Last March, a week before I went up to Delaware to help out with my parents, my wife, Margaret, and I threw a little good-bye party for our 23-year-old ADHD son. In a couple of days, Harry was going off on his own and moving back to Hawaii where he has longtime friends from the 10 years we lived there before we moved to Georgia. Harry’s favorite food is chicken tamales, so we ordered a couple of trays of them from the best local Mexican restaurant. Margaret made guacamole, and we cooked rice and black beans and stocked up on beer and soda.
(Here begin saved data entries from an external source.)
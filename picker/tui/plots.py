"""Small terminal plots drawn with braille characters (2 × 4 dots per cell).

Pure functions: arrays in, lines of text out. No plotting dependency.
"""

from __future__ import annotations

import math
from collections.abc import Sequence

import numpy as np

# Unicode braille: dot (col, row) -> bit; see the Unicode "Braille Patterns" block U+2800.
_DOT_BITS = ((0x01, 0x08), (0x02, 0x10), (0x04, 0x20), (0x40, 0x80))


class BrailleGrid:
    """A width × height cell grid addressed in dots (2·width × 4·height)."""

    def __init__(self, width: int, height: int) -> None:
        self.width = max(width, 1)
        self.height = max(height, 1)
        self._bits = np.zeros((self.height, self.width), dtype=np.uint8)

    @property
    def dots_x(self) -> int:
        return 2 * self.width

    @property
    def dots_y(self) -> int:
        return 4 * self.height

    def set(self, x: int, y: int) -> None:
        """Set the dot at column x, row y (row 0 at the top); outside is ignored."""
        if 0 <= x < self.dots_x and 0 <= y < self.dots_y:
            row, sub_y = divmod(y, 4)
            col, sub_x = divmod(x, 2)
            self._bits[row, col] |= _DOT_BITS[sub_y][sub_x]

    def line(self, x0: int, y0: int, x1: int, y1: int) -> None:
        """Set the dots on a straight segment (enough steps to leave no gaps)."""
        steps = max(abs(x1 - x0), abs(y1 - y0), 1)
        for i in range(steps + 1):
            self.set(round(x0 + (x1 - x0) * i / steps), round(y0 + (y1 - y0) * i / steps))

    def lines(self) -> list[str]:
        return ["".join(chr(0x2800 + int(b)) for b in row) for row in self._bits]


def _scale(value: float, low: float, high: float, size: int) -> int:
    if high <= low:
        return size // 2
    return round((value - low) / (high - low) * (size - 1))


def curve_plot(
    x: np.ndarray,
    curves: Sequence[np.ndarray],
    *,
    width: int,
    height: int,
    y_range: tuple[float, float] | None = None,
    bands: Sequence[float] = (),
) -> tuple[list[str], tuple[float, float]]:
    """Plot one or more curves y(x) and dotted horizontal lines at `bands`.

    Returns the braille lines (top first) and the y range used. NaN samples leave gaps.
    """
    grid = BrailleGrid(width, height)
    finite = [c[np.isfinite(c)] for c in curves]
    values = np.concatenate([*finite, np.asarray(bands, dtype=float)]) if finite else np.array([])
    if y_range is None:
        if values.size == 0:
            y_range = (0.0, 1.0)
        else:
            low, high = float(values.min()), float(values.max())
            pad = 0.08 * (high - low) if high > low else max(abs(high), 1.0) * 0.1
            y_range = (low - pad, high + pad)
    x_low, x_high = float(np.nanmin(x)), float(np.nanmax(x))
    for level in bands:
        y = grid.dots_y - 1 - _scale(level, *y_range, grid.dots_y)
        for dot_x in range(0, grid.dots_x, 3):
            grid.set(dot_x, y)
    for curve in curves:
        previous: tuple[int, int] | None = None
        for xv, yv in zip(x, curve, strict=True):
            if not (math.isfinite(xv) and math.isfinite(yv)):
                previous = None
                continue
            point = (
                _scale(float(xv), x_low, x_high, grid.dots_x),
                grid.dots_y - 1 - _scale(float(yv), *y_range, grid.dots_y),
            )
            if previous is None:
                grid.set(*point)
            else:
                grid.line(*previous, *point)
            previous = point
    return grid.lines(), y_range


def marker_row(
    x_low: float, x_high: float, width: int, markers: Sequence[tuple[float, str]]
) -> str:
    """A text row of `width` cells with each marker's letter under its x position."""
    cells = [" "] * width
    for value, letter in markers:
        if math.isfinite(value) and x_low <= value <= x_high:
            cells[_scale(value, x_low, x_high, width)] = letter
    return "".join(cells)


def framed(
    lines: list[str], y_top: str, y_bottom: str, x_left: str, x_right: str, label_width: int = 8
) -> list[str]:
    """Add a y label on the first and last rows and an x axis line below."""
    out = []
    for i, line in enumerate(lines):
        if i == 0:
            label = y_top
        elif i == len(lines) - 1:
            label = y_bottom
        else:
            label = ""
        out.append(f"{label:>{label_width}}│{line}")
    width = len(lines[0]) if lines else 0
    gap = max(width - len(x_left) - len(x_right), 1)
    out.append(" " * label_width + "└" + "─" * width)
    out.append(" " * (label_width + 1) + x_left + " " * gap + x_right)
    return out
All the while Margaret and I were running around gussying up the house, Harry just watched, looking bemused. I asked him when his new friends from work were coming over, and he said, “They’re not, Dad. We hung out last night.”

“Oh,” I said. “Why, because the dingbat bozos are embarrassed of their part in wrecking your car? Hey, that was a few months ago. I don’t hold a grudge, Harry.”

“Uh, yeah, you kind of do, Dad,” Harry said. “But that’s not it. They’ve got work or other stuff. It’s probably better that it’s just family.”

I took a minute and looked at him. He really wasn’t upset that his friends weren’t coming or that I hold a grudge, nor was he the least bit hesitant in telling me so. If there’s a perfect example of a guy who takes things as they are, who doesn’t get his feelings hurt or become emotionally confused and says what he thinks, it’s my son. As maddening as his basic disengagement with day-to-day emotional life is, I admire his detached “no worries” shrug. Standing there in the living room with him, I knew I’d miss it.

I sure as hell could use some of Harry’s emotional detachment right now, I thought as I watched my father contemplate his next move on the chessboard. Dad wasn’t saying anything, settled back in his chair, sipping his coffee, and stared at me across the chessboard again. And once again, it was my move.

Maybe that’s it, though — I should stop bottling up everything until it gets confused and explodes. Maybe the only way to fix this mess between my father and me is to be more like my son.